Are some of the bigger colliders that are allegedly in the works going to be capable of detecting them?

 

[Mordred]

15 minutes ago, MSC said:

So does that make RHS neutrinos WIMPs or when you say more massive than the LHS do you just maen relatively more massive but still not WIMPs?

Are the states of the LHS and RHS correlating toward them being an entangled pair or does that just not come into it at all?

Are some of the bigger colliders that are allegedly in the works going to be capable of detecting them?

 

All neutrinos are weakly interactive [WIMP] the M for massive simply denotes it has an invariant mass aka rest mass.

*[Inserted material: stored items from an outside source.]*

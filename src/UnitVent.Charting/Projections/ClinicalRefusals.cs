using NodaTime;
using UnitVent.Charting.Entries;
using UnitVent.Charting.Pictures;
using UnitVent.Charting.Windows;
using UnitVent.Charting.Wording;

namespace UnitVent.Charting.Projections;

/// <summary>Why the patient, not the numbers, allows no projection of PaCO2 [common practice].</summary>
internal static class ClinicalRefusals
{
    private const double OwnShareThatRules = 50;
    private const double OwnShareThatChanges = 20; // step minimum of the own share
    private static readonly Duration OldestGas = Duration.FromHours(6);

    public static IEnumerable<string> Of(PatientPicture picture) =>
        picture.LatestGas is { } gas ? [.. OfPatient(picture), .. OfGas(picture, gas), .. OfShare(picture), .. Since(picture, gas.Gas.At)] : ["Needs an arterial gas."];

    private static IEnumerable<string> OfPatient(PatientPicture picture)
    {
        if (picture.Has(Circumstance.AirLeak))
        {
            yield return "There is an air leak: release volumes do not describe the lung.";
        }

        if (picture.Has(Circumstance.Obstructive))
        {
            yield return "The lung is obstructive: it does not empty as one compartment.";
        }

        if (picture.OnEcmo)
        {
            yield return "On ECMO the lung does not set PaCO2 alone.";
        }
    }

    private static IEnumerable<string> OfGas(PatientPicture picture, PairedGas gas)
    {
        if (gas.Settings?.Id != picture.Settings?.Id)
        {
            yield return "The settings were changed since the gas: a gas under the present settings is needed.";
        }
        else if (gas.Settings is { } settings && gas.Gas.At - settings.At < Settling.OfCarbonDioxide(picture.Window, settings))
        {
            yield return "The gas was drawn before carbon dioxide had settled under these settings.";
        }

        if (picture.AsOf - gas.Gas.At > OldestGas)
        {
            yield return $"The gas is {Times.Hours(picture.AsOf - gas.Gas.At)} old; 6 h is the limit.";
        }

        if ((gas.Check?.Body.FlowReadings ?? gas.Check?.Body.ReleasesAveraged ?? 1) < 2)
        {
            yield return gas.Check is null
                ? "Needs a ventilator check within 60 min of the gas."
                : "The flow was read from a single release; several are needed.";
        }

        if (gas.Check?.Body.EffortDuringRelease == true)
        {
            yield return "There was effort during the release.";
        }
    }

    private static IEnumerable<string> OfShare(PatientPicture picture)
    {
        var now = picture[ValueNames.SpontaneousSharePercent].Value;
        if (now > OwnShareThatRules)
        {
            yield return $"The patient's own breaths carry {Numbers.Fixed(now.Value)} % of the ventilation; releases say little of PaCO2.";
        }

        if (picture.Series.OfChecks(c => c[ValueNames.SpontaneousSharePercent]?.Value).ToList() is [.., var before, var last] && Math.Abs(last.Value - before.Value) >= OwnShareThatChanges)
        {
            yield return $"The own share is changing: {Numbers.Fixed(before.Value)} → {Numbers.Fixed(last.Value)} %.";
        }
    }

    private static IEnumerable<string> Since(PatientPicture picture, Instant gas) =>
        picture.Window.Of<BedsideEvent>(EntryKind.Event, picture.AsOf)
            .Where(e => e.At > gas)
            .Select(e => e.Body.What switch
            {
                EventKind.RelaxantStart or EventKind.RelaxantStop => "A relaxant was started or stopped since the gas.",
                EventKind.SedationChanged => "Sedation was changed since the gas.",
                EventKind.Prone or EventKind.Supine or EventKind.Side => "The patient was turned since the gas.",
                _ => null,
            })
            .OfType<string>()
            .Distinct();
}
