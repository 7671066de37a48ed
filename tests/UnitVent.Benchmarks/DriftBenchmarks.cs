using BenchmarkDotNet.Attributes;
using NodaTime;
using UnitVent.Charting.Trends;

namespace UnitVent.Benchmarks;

/// <summary>The verdict on one series: slope with its interval, test, size.</summary>
[MemoryDiagnoser]
[Config(typeof(InThisProcess))]
public class DriftBenchmarks
{
    private static readonly Instant Start = Instant.FromUtc(2026, 3, 10, 12, 0);

    private SeriesPoint[] points = [];

    /// <summary>How many points: a day of gases, a day of half-hourly readings, and twice what the longest window can hold.</summary>
    [Params(8, 48, 200)]
    public int Count { get; set; }

    /// <summary>A falling P/F with scatter, always the same.</summary>
    [GlobalSetup]
    public void SetUp()
    {
        points = [.. Enumerable.Range(0, Count).Select(i => new SeriesPoint(Start + Duration.FromMinutes(35 * i), 220 - 60.0 * i / Count + 8 * Math.Sin(2.4 * i)))];
        if (Drift.Of(points, DriftVariables.PfRatio) is not { Verdict: DriftVerdict.Drifting, Count: var count } || count != Count)
        {
            throw new InvalidOperationException("The series is not the one that was meant.");
        }
    }

    /// <summary>The verdict.</summary>
    [Benchmark]
    public DriftVerdict Verdict() => Drift.Of(points, DriftVariables.PfRatio).Verdict;
}
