using UnitVent.Charting.Entries;
using UnitVent.Charting.Pictures;
using UnitVent.Charting.Timelines;

namespace UnitVent.Charting.Tests.Timelines;

public sealed class TimelineTests
{
    [Fact]
    public void Settings_CarryTheValueInForceBeforeTheRange()
    {
        var line = Series(new Chart().With(Chart.Aprv(900), Chart.Aprv(100, high: 26)), "pHighCmH2O");

        Assert.Equal([28, 26], line.Points.Select(p => p.Value!.Value));
        Assert.True(line.Stepped);
    }

    [Fact]
    public void Gas_WithoutItsPf_IsAGapNotAZero()
    {
        var line = Series(new Chart().With(Chart.Gas(100, fiO2: null), Chart.Gas(50)), ValueNames.PfRatio);

        Assert.Equal([null, 150], line.Points.Select(p => p.Value));
    }

    [Fact]
    public void Marks_SayWhatChanged()
    {
        var chart = new Chart().With(Chart.Aprv(900), Chart.Aprv(100, high: 26, tHigh: 5.5m), new BedsideEvent { At = Chart.Ago(50), What = EventKind.BreathingTrialStart });

        var marks = Timeline.Of(chart.Window(), Chart.Ago(600), Chart.Now).Marks;

        Assert.Equal(["P high 28 → 26 cmH2O, T high 4.5 → 5.5 s", "breathing trial start"], marks.Select(m => m.Text));
    }

    private static TimelineSeries Series(Chart chart, string name) =>
        Timeline.Of(chart.Window(), Chart.Ago(600), Chart.Now).Series.Single(s => s.Name == name);
}
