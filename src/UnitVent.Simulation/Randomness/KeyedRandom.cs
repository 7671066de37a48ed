namespace UnitVent.Simulation.Randomness;

/// <summary>Random numbers that are looked up by name and index instead of drawn in turn, so that leaving some out changes none of the others.</summary>
/// <remarks>Mixing function: SplitMix64, Steele GL, et al. Proc. OOPSLA 2014, p. 453-472.</remarks>
public readonly record struct KeyedRandom(ulong Seed)
{
    private const ulong Golden = 0x9E3779B97F4A7C15;

    /// <summary>Where normal numbers are cut, in deviations: a reading further out is repeated before it is charted.</summary>
    public double LargestDeviation { get; init; } = 2.5;

    /// <summary>An independent source for a part of the simulation.</summary>
    public KeyedRandom For(string name)
    {
        unchecked
        {
            var hash = Seed;
            foreach (var character in name)
            {
                hash = Mix(hash + Golden + character);
            }

            return this with { Seed = hash };
        }
    }

    /// <summary>An independent source for a numbered part of the simulation.</summary>
    public KeyedRandom For(long index) => this with { Seed = Bits(index) };

    public ulong Bits(long index)
    {
        unchecked
        {
            return Mix(Seed + (Golden * ((ulong)index + 1)));
        }
    }

    /// <summary>Evenly spread in [0, 1).</summary>
    public double Uniform(long index) => (Bits(index) >> 11) * (1.0 / (1UL << 53));

    /// <summary>Normally distributed with mean 0 and deviation 1, cut at <see cref="LargestDeviation"/>.</summary>
    public double Normal(long index)
    {
        var pair = For(index);
        var radius = Math.Sqrt(-2 * Math.Log(1 - pair.Uniform(0)));
        return Math.Clamp(radius * Math.Cos(2 * Math.PI * pair.Uniform(1)), -LargestDeviation, LargestDeviation);
    }

    private static ulong Mix(ulong z)
    {
        unchecked
        {
            z = (z ^ (z >> 30)) * 0xBF58476D1CE4E5B9;
            z = (z ^ (z >> 27)) * 0x94D049BB133111EB;
            return z ^ (z >> 31);
        }
    }
}
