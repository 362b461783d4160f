package main

import "testing"

type lineCase struct {
	name     string
	document string
	pointer  string
	line     int // 0 is none
}

func TestLineOf(t *testing.T) {
	const build = "{\n  \"title\": \"x\",\n  \"strings\": [\n    {\"label\": \"A\"},\n    {\"label\": \"B\",\n     \"driver\": {\"kind\":\n        \"magic\"}}\n  ],\n  \"a/b\": 1,\n  \"c~d\": 2\n}"
	for _, c := range []lineCase{
		{"a member", build, "/title", 2},
		{"an element", build, "/strings/1", 5},
		{"a value that stands on a line below its key", build, "/strings/1/driver/kind", 7},
		{"a key with a slash", build, "/a~1b", 9},
		{"a key with a tilde", build, "/c~0d", 10},
		{"the document itself", build, "", 0},
		{"a value that is missing", build, "/supply", 0},
		{"an index beyond the end", build, "/strings/2", 0},
		{"a member of no object", build, "/title/x", 0},
		{"no JSON at all", "hello", "/title", 0},
		{"JSON that breaks off after it", "{\"title\":\n 1, \"x\": [", "/title", 2},
		{"JSON that breaks off before it", "{\"x\": [", "/title", 0},
		{"nothing", "", "/title", 0},
	} {
		t.Run(c.name, func(t *testing.T) {
			got, found := lineOf([]byte(c.document), c.pointer)
			if got != c.line || found != (c.line > 0) {
				t.Errorf("lineOf(%q) = %d, %v, want line %d", c.pointer, got, found, c.line)
			}
		})
	}
}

We hope they can but we only have theorized cross sections to know where to look in terms of mass.

[Markus Hanke]

6 hours ago, MSC said:

Go to 1.50 in the video and watch what happens to external time when camera time hits 3.15.20.0000 external time jumps to 99.99.99.9999. What's happening with the clock? 

What you’re referring to is the instant that the camera crosses the event horizon.

The reading on the bottom clock (“External time”) refers to what an external observer who is at rest far away from the BH would see. But the problem is that from such an observer’s point of view, the falling camera never reaches the horizon at all; just before it gets there, it will appear to fall slower and slower, and will visually appear redder and dimmer, until it fades into invisibility. There is no instant on the distant observer’s clock at which the camera is reckoned to have crossed the horizon - the entire region of the horizon and below cannot be mapped into the external observer’s coordinate system at all, because from his point of view such a region cannot be accessed (and vice versa, the falling camera cannot get back out either). Thus, once the horizon is reached, the times on the falling camera’s clock no longer correspond to any times on the external clock, even though the camera continues to fall and continues to accumulate time normally on its own clock. There simply is no longer any meaningful notion of simultaneity at all, whether relativistic or not.

So you see, time on its own in GR is a purely local concept, specific to a specific observer. It may not be shared by others. In order to ensure agreement between observers, you must now use covariant quantities instead.